CityStats: First table output working; many hurdles
Posted by mholmes on 09 Dec 2008 in Activity log
Spent the whole day on this, and I've got as far as making the new D-Table output. The other data is also being calculated, but not output yet. Here are some of the annoyances and hurdles:
- Temporary tables in MySQL cannot be addressed twice in one operation, so they're useless for our purposes. Therefore I have to create full tables to do our queries on, and delete them explicitly at the end. This has the useful side-effect, though, that they're still around to be examined if the process dies in the middle.
- It turns out that my original plan for calculating values on a much-reduced table consisting only of those ethnicities we're grouping will not really work; the other ethnicities need to be there, so that total values can be calculated involving tracts when there may not be any residents from one of our groupings in that tract. Therefore the temporary table construction process is much more complicated than I thought, involving a union of the summed/grouped tract rows for our grouped ethnicities with all of the rows which are NOT from those ethnicities which are grouped. The resulting tables can be very large, of course, amounting to almost full copies of the original tables, and querying them takes a while, so it then makes sense (and saves a lot of time) to create indexes on them, just as on the regular tables. However, once this is done, the processing speed is considerably enhanced.

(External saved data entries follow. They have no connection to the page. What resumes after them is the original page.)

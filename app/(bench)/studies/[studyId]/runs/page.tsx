import type { Metadata } from "next";
import { redirect } from "next/navigation";
import type { ReactNode } from "react";
import { RunMapFigure } from "@/app/_figures/run-map-figure";
import { SparkLine } from "@/app/_figures/spark-line";
import { TraceFigure } from "@/app/_figures/trace-figure";
import { recipeLines, runMapView, traceFigureView } from "@/app/_findings/figures.view";
import { database } from "@/app/_server/database";
import { drawnTraces } from "@/app/_server/drawn-traces";
import { openStudy } from "@/app/_server/study";
import { ButtonLink } from "@/app/_ui/button";
import { EmptyState } from "@/app/_ui/empty-state";
import { Prose } from "@/app/_ui/prose";
import { Sheet } from "@/app/_ui/sheet";
import { analyseStudy } from "@/app/_worksheet/analyse-study";
import { gatherNotes } from "@/app/_worksheet/checks/gather-notes";
import { presentRuns } from "@/app/_worksheet/present-runs";
import { listMembers } from "@/db/member/member.queries";
import { isMixed } from "@/db/sheet/mixed-run";
import { RunGrid } from "./_components/run-grid";
import { RunMargin } from "./_components/run-margin";
import { RunTable } from "./_components/run-table";
import { runGridView } from "./run-grid.view";
import { sparkView } from "./sparks.view";
import { runSheetView } from "./view";

interface Props {
  params: Promise<{ studyId: string }>;
  searchParams: Promise<{ edit?: string }>;
}

export async function generateMetadata({ params }: Props): Promise<Metadata> {
  const { sheet } = await openStudy((await params).studyId);
  return { title: `Runs · ${sheet.study.name} · Ratewright` };
}

export default async function RunsPage({ params, searchParams }: Props) {
  const { studyId } = await params;
  const { actor, sheet, revision, canEdit } = await openStudy(studyId);
  const db = database();
  const hashes = presentRuns(sheet).flatMap((run) => (run.trace === null ? [] : [run.trace.sha256]));
  const [analysis, traces, members] = await Promise.all([
    analyseStudy(db, sheet),
    drawnTraces(db, hashes),
    listMembers(db, actor),
  ]);
  const initials = new Map([...members].map(([id, member]) => [id, member.initials]));
  const here = `/studies/${studyId}/runs`;
  const view = runSheetView(sheet, analysis, initials);
  const empty = view.groups.length === 0;
  const edits = (await searchParams).edit !== undefined;
  // The first row that is kept must not close the grid over the rows that are still being typed.
  if (empty && canEdit && !edits) redirect(`${here}?edit`);
  const margin = (
    <RunMargin
      checks={gatherNotes(analysis.checks, analysis.runs).filter((check) => check.station === "runs")}
      recipe={recipeLines(sheet, traces)}
      measured={analysis.runs.some((run) => run.rate.kind !== "none")}
      showsKeys={edits && canEdit}
    />
  );
  const actions = canEdit ? (
    <>
      {edits ? (
        !empty && <ButtonLink href={here}>Back to the run sheet</ButtonLink>
      ) : (
        <ButtonLink href={`${here}?edit`}>Edit values</ButtonLink>
      )}
      <ButtonLink href={`${here}/mixing`}>Mixing table</ButtonLink>
      <ButtonLink href={`${here}/import#paste`}>Paste columns</ButtonLink>
      <ButtonLink kind="primary" href={`${here}/import`}>
        Add traces
      </ButtonLink>
    </>
  ) : (
    <ButtonLink href={`${here}/mixing`}>Mixing table</ButtonLink>
  );
  if (edits) {
    return (
      <Sheet
        title={view.title}
        lead={
          empty
            ? "Bring four runs with two levels of each reactant. That is enough for a first law."
            : `Each change here refits the law and can be undone. ${sheet.runs.some(isMixed) ? "Shaded concentrations follow from volumes: change those on the mixing table." : "Values with their standard uncertainty: 50.0 ± 0.4."}`
        }
        actions={actions}
        margin={margin}
      >
        {empty && (
          <div className="mb-5">
            <EmptyState
              title="Add traces, or type the runs below"
              actions={
                <>
                  <ButtonLink kind="primary" href={`${here}/import`}>
                    Choose a file
                  </ButtonLink>
                  <ButtonLink href={`${here}/import#paste`}>Paste columns</ButtonLink>
                </>
              }
            >
              One time column and one column a run, or time and signal in pairs. You see how it was read
              before anything is stored. Rates that you already have go into the grid.
            </EmptyState>
          </div>
        )}
        <RunGrid
          studyId={studyId}
          revision={revision}
          view={runGridView(sheet, analysis)}
          canEdit={canEdit}
        />
      </Sheet>
    );
  }
  const sparks = sparkView(sheet, view, traces);
  const figure = traceFigureView(sheet, analysis, traces);
  const map = runMapView(sheet, analysis);
  const drawn: Record<string, ReactNode> = {};
  for (const spark of sparks.lines) drawn[spark.runId] = <SparkLine {...spark} domain={sparks.domain} />;
  return (
    <Sheet title={view.title} lead={<Prose text={view.lead} />} actions={actions} margin={margin}>
      {empty ? (
        <EmptyState title="No runs yet">An analyst or lead of the group adds them.</EmptyState>
      ) : (
        <div className="grid grid-cols-[minmax(0,1.42fr)_minmax(0,1fr)] gap-8 narrow:grid-cols-1">
          <RunTable
            studyId={studyId}
            revision={revision}
            view={{ ...view, sparkNote: sparks.note }}
            sparks={drawn}
            canEdit={canEdit}
          />
          <div className="min-w-0 narrow:grid narrow:grid-cols-2 narrow:gap-6 phone:grid-cols-1">
            {figure.traces.length > 0 && (
              <TraceFigure
                view={figure}
                number={1}
                label={`${figure.y.quantity} against time for ${figure.traces.length} runs`}
                caption="Traces through the calibration. Dashes: a repeat. Dots: set aside."
              />
            )}
            {map !== null && (
              <div className="mt-5 narrow:mt-0">
                <RunMapFigure
                  view={map}
                  number={figure.traces.length > 0 ? 2 : 1}
                  label={`Where the runs lie in the plane of ${map.x.quantity} and ${map.y.quantity}`}
                  caption="Where the runs lie."
                />
              </div>
            )}
          </div>
        </div>
      )}
    </Sheet>
  );
}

- My new calculations, which are based entirely on reconstructed tables which mimic the originals, along with calculation code based on JD's, are showing up results which are basically the same as those in my original complicated D-table calculation, which JS-R thought might be off. We need to look at this. But the fact that I've done the same calculations two completely different ways and gotten the same result suggests that the original might have been right after all.
- The ordering of the D-table cells may not be right yet (either that or the ordering of my original table wasn't right). In the second column group of a two-city result table, the order of row data for the ethnicities is switched around compared to the original table. That shouldn't be too hard to figure out, though.
- Instead of using negative indices for the grouped ethnicities, I've elected instead to start them from 10,000, which is way above the possible limits in the existing data. It makes for easier access and sorting.
Stayed a bit late to get this working, but I'd been out of the office for an hour and a half in the morning, so we're square. I'm really looking forward to getting this finished off in the next few days; the code needs a lot of old and debugging functions removing from it, once I don't need them any more, and then it will be easier to read.